WHAT YOU WILL DO
Although the data below holds other lines too, output only those from the line with "got %q, want" up to and including the line with "jet frame does", exactly as they appear.

##### RECORDED DATA

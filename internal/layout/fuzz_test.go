package layout

import (
	"errors"
	"os"
	"path/filepath"
	"reflect"
	"testing"
)

// FuzzDecode checks that any bytes give either a valid Request or a
// non-empty, sorted Errors value, never a panic, and the same answer twice.
// It is seeded with the demo layouts, the starter and the broken layouts.
func FuzzDecode(f *testing.F) {
	var seeds []string
	for _, pattern := range []string{
		filepath.Join(repoRoot, "layouts", "*.yaml"),
		filepath.Join(repoRoot, brokenDir, "*.yaml"),
		filepath.Join(repoRoot, unplannableDir, "*.yaml"),
	} {
		files, err := filepath.Glob(pattern)
		if err != nil {
			f.Fatal(err)
		}
		seeds = append(seeds, files...)
	}
	if len(seeds) < 13 {
		f.Fatalf("got %d seed files, want the 3 demos and at least 10 broken layouts", len(seeds))
	}
	for _, path := range seeds {
		data, err := os.ReadFile(path)
		if err != nil {
			f.Fatal(err)
		}
		f.Add(data)
	}
	f.Add(Starter())
	f.Add([]byte(baseLayout))
	f.Add([]byte("a: &x [*x]\n"))
	f.Add([]byte("- 1\n- 2\n"))
	f.Add([]byte("arcwright: 1\n---\n"))
	f.Add([]byte("\ufeff" + baseLayout))
	f.Add([]byte("arcwright: !custom 1\ntitle: {title: \"a\\x07\"}\n"))
	f.Add([]byte("title:\n  date: 2026-02-30\n"))

	f.Fuzz(func(t *testing.T, data []byte) {
		const name = "fuzz.yaml"
		req, warns, err := Decode(name, data)
		if (req == nil) == (err == nil) {
			t.Fatalf("got request %v and error %v, want exactly one", req != nil, err)
		}
		if err != nil {
			var es Errors
			if !errors.As(err, &es) || len(es) == 0 {
				t.Fatalf("got error %T %v, want a non-empty Errors", err, err)
			}
			if warns != nil {
				t.Errorf("got warnings with the errors, want none")
			}
			for i, e := range es {
				if e.File != name || e.Line < 0 || e.Msg == "" {
					t.Errorf("error %d: got %#v, want file %q, line >= 0 and a message", i, e, name)
				}
				if i > 0 && (es[i-1].Line > e.Line || es[i-1].Line == e.Line && es[i-1].Field > e.Field) {
					t.Errorf("errors %d and %d out of order", i-1, i)
				}
			}
		} else {
			if req.Source != name {
				t.Errorf("Source: got %q, want %q", req.Source, name)
			}
			if err := req.Cell.Validate(); err != nil {
				t.Errorf("decoded cell does not validate: %v", err)
			}
			if err := req.Exit.Validate(); err != nil {
				t.Errorf("decoded jet frame does not validate: %v", err)
			}
			if len(req.Points) == 0 {
				t.Errorf("got no operating points, want at least one")
			}
			for _, c := range req.Points {
				if err := c.Validate(req.Nozzle); err != nil {
					t.Errorf("operating point %q does not validate: %v", c.Name, err)
				}
			}
			for _, a := range req.Arrays {
				if _, ok := req.Stand(a.Stand); a.Stand != "" && !ok {
					t.Errorf("array %q: stand %q does not resolve", a.Name, a.Stand)
				}
			}
		}
		req2, warns2, err2 := Decode(name, data)
		if !reflect.DeepEqual(req, req2) || !reflect.DeepEqual(warns, warns2) || (err == nil) != (err2 == nil) || err != nil && err.Error() != err2.Error() {
			t.Errorf("a second decode gave a different answer")
		}
	})
}
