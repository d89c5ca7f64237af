package layout

import (
	"strings"
	"testing"

	"gonum.org/v1/gonum/spatial/r3"
)

func TestNoiseKeys(t *testing.T) {
	text := edit(t, baseLayout,
		"    pole_diameter: 25 mm\n", "    pole_diameter: 25 mm\n    microphone: 1/2 in\n",
		"    stand: tripod\n", "    stand: tripod\n    microphone: {size: 1/4 in, max_level: 165 dB, upper_frequency: 100 kHz}\n")
	text += `noise:
  contours: [95 dB(A), 100]
crew:
  - name: desk
    at: [7, 5.5]
    hours: 30 min
  - name: door
    at: [0.5, 5.5]
    height: 1.2 m
`
	req, warns := mustDecode(t, text)
	if len(warns) != 0 {
		t.Errorf("got warnings %v", warns)
	}
	// typical limits of the sizes (acoustics.md §5.1, FROM MEMORY): the
	// cautious end, 140 dB and 20 kHz for 1/2 in
	if m := req.Stands[0].Microphone; m == nil || m.Name != "1/2 in" || m.MaxLevel != 140 || m.UpperFrequency != 20e3 {
		t.Errorf("stand microphone: got %+v, want 1/2 in, 140 dB, 20 kHz", m)
	}
	if m := req.Arrays[0].Microphone; m == nil || m.Name != "1/4 in" || m.MaxLevel != 165 || m.UpperFrequency != 100e3 {
		t.Errorf("array microphone: got %+v, want 1/4 in with the data sheet's 165 dB and 100 kHz", m)
	}
	if c := req.Noise.Contours; len(c) != 2 || c[0] != 95 || c[1] != 100 {
		t.Errorf("contours: got %v, want [95 100]", c)
	}
	if len(req.Crew) != 2 {
		t.Fatalf("got %d crew positions, want 2", len(req.Crew))
	}
	if c := req.Crew[0]; c.Name != "desk" || c.At != (r3.Vec{X: 7, Y: 5.5, Z: 1.6}) || c.Hours != 0.5 {
		t.Errorf("desk: got %+v, want at (7, 5.5) at the default 1.6 m ear height for 0.5 h", c)
	}
	if c := req.Crew[1]; c.At.Z != 1.2 || c.Hours != DefaultCrewHours {
		t.Errorf("door: got %+v, want 1.2 m high for the default 8 h", c)
	}
}

func TestNoiseKeyErrors(t *testing.T) {
	tests := []struct {
		name, add, want string
	}{
		{"unknown size", "    stand: tripod\n    microphone: 3/8 in\n", "arrays[0].microphone: want a nominal size"},
		{"limits missing", "    stand: tripod\n    microphone: {max_level: 150 dB}\n", "give a nominal size"},
		{"bad level", "    stand: tripod\n    microphone: {size: 1/4 in, max_level: loud}\n", "want a level in dB"},
		{"implausible level", "noise:\n  contours: [500 dB(A)]\n", "noise.contours[0]: the level 500 dB is implausible"},
		// contours are A-weighted; a C-weighted or unweighted value is not
		// silently drawn as dB(A)
		{"C-weighted contour", "noise:\n  contours: [135 dB(C)]\n", "noise.contours[0]: contours are A-weighted levels, got \"135 dB(C)\""},
		{"dBC contour", "noise:\n  contours: [95 dBA, 137 dBC]\n", "noise.contours[1]: contours are A-weighted levels"},
		{"unweighted contour", "noise:\n  contours: [95 dB]\n", "noise.contours[0]: contours are A-weighted levels"},
		// a microphone's upper limit is unweighted, dB re 20 µPa
		{"weighted max_level", "    stand: tripod\n    microphone: {size: 1/4 in, max_level: 130 dB(A), upper_frequency: 100 kHz}\n", "arrays[0].microphone.max_level: a microphone's upper limit is an unweighted level"},
		{"dBC max_level", "    stand: tripod\n    microphone: {size: 1/4 in, max_level: 150 dBC, upper_frequency: 100 kHz}\n", "arrays[0].microphone.max_level: a microphone's upper limit is an unweighted level"},
		{"both room keys", "noise:\n  room_absorption: 0.1\n  reverberation_time: 2 s\n", "give room_absorption or reverberation_time, not both"},
		// the plausible range 0.01–0.99 is ours (a guard against slips)
		{"absorption above 1", "noise:\n  room_absorption: 1.5\n", "noise.room_absorption: want an average absorption coefficient from 0.01 to 0.99"},
		{"absorption tiny", "noise:\n  room_absorption: 1e-300\n", "noise.room_absorption: want an average absorption coefficient from 0.01 to 0.99, got 1e-300"},
		// 8 × 6 × 4 m: V = 192 m³, S = 208 m²; Eyring 1930 (FROM MEMORY):
		// ᾱ = 1 − exp(−0.161·192/(208·T60)): 0.9488 at 0.05 s (plausible),
		// 0.9999996 at 0.01 s, 0.0074 at 20 s (DERIVED); ᾱ 0.99 and 0.01 at
		// 0.032 s and 14.8 s
		{"reverberation too short", "noise:\n  reverberation_time: 0.01 s\n", "noise.reverberation_time: the reverberation time 0.01 s gives an average absorption coefficient of 1 (Eyring) in this room; want 0.032 s to 14.8 s"},
		{"reverberation too long", "noise:\n  reverberation_time: 20 s\n", "noise.reverberation_time: the reverberation time 20 s gives an average absorption coefficient of 0.0074"},
		{"crew without place", "crew:\n  - name: desk\n", "crew[0].at: missing"},
		{"crew hours", "crew:\n  - name: desk\n    at: [1, 1]\n    hours: 30 h\n", "crew[0].hours: want a time of at least 1 s and at most 24 h"},
		{"crew above ceiling", "crew:\n  - name: desk\n    at: [1, 1]\n    height: 9 m\n", "crew[0].height: the ear height is above the ceiling"},
		{"unknown crew key", "crew:\n  - name: desk\n    at: [1, 1]\n    shift: 2\n", "crew[0].shift: unknown key"},
	}
	for _, tt := range tests {
		t.Run(tt.name, func(t *testing.T) {
			text := strings.Replace(baseLayout, "kind: anechoic", "kind: hard-walled", 1)
			if strings.HasPrefix(tt.add, "    stand: tripod\n") {
				text = edit(t, text, "    stand: tripod\n", tt.add)
			} else {
				text += tt.add
			}
			es := decodeErrors(t, text)
			if !strings.Contains(es.Error(), tt.want) || !strings.Contains(es.Error(), "test.yaml:") {
				t.Errorf("got %v, want an error with file and line saying %q", es, tt.want)
			}
		})
	}
	// a repeated contour, or the 85 dB(A) always drawn, is refused (plan
	// does not print the decoder's warnings, so a dropped one would go
	// unseen)
	es := decodeErrors(t, baseLayout+"noise:\n  contours: [95 dB(A), 85 dB(A), 95]\n")
	for _, want := range []string{"test.yaml:32: noise.contours[1]: 85 dB(A) is always drawn", "test.yaml:32: noise.contours[2]: 95 dB(A) is already in the list"} {
		if !strings.Contains(es.Error(), want) {
			t.Errorf("got %v, want %q", es, want)
		}
	}
	// the room's absorption outside a hard-walled cell is a warning
	_, warns := mustDecode(t, baseLayout+"noise:\n  room_absorption: 0.1\n")
	if len(warns) != 1 || !strings.Contains(warns[0].String(), "only for a hard-walled cell") {
		t.Errorf("got warnings %v, want one about the hard-walled cell", warns)
	}
}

##########

RESULT FOR THIS EXERCISE
				t.Errorf("Source: got %q, want %q", req.Source, name)
			}
			if err := req.Cell.Validate(); err != nil {
				t.Errorf("decoded cell does not validate: %v", err)
			}
			if err := req.Exit.Validate(); err != nil {
				t.Errorf("decoded jet frame does not validate: %v", err)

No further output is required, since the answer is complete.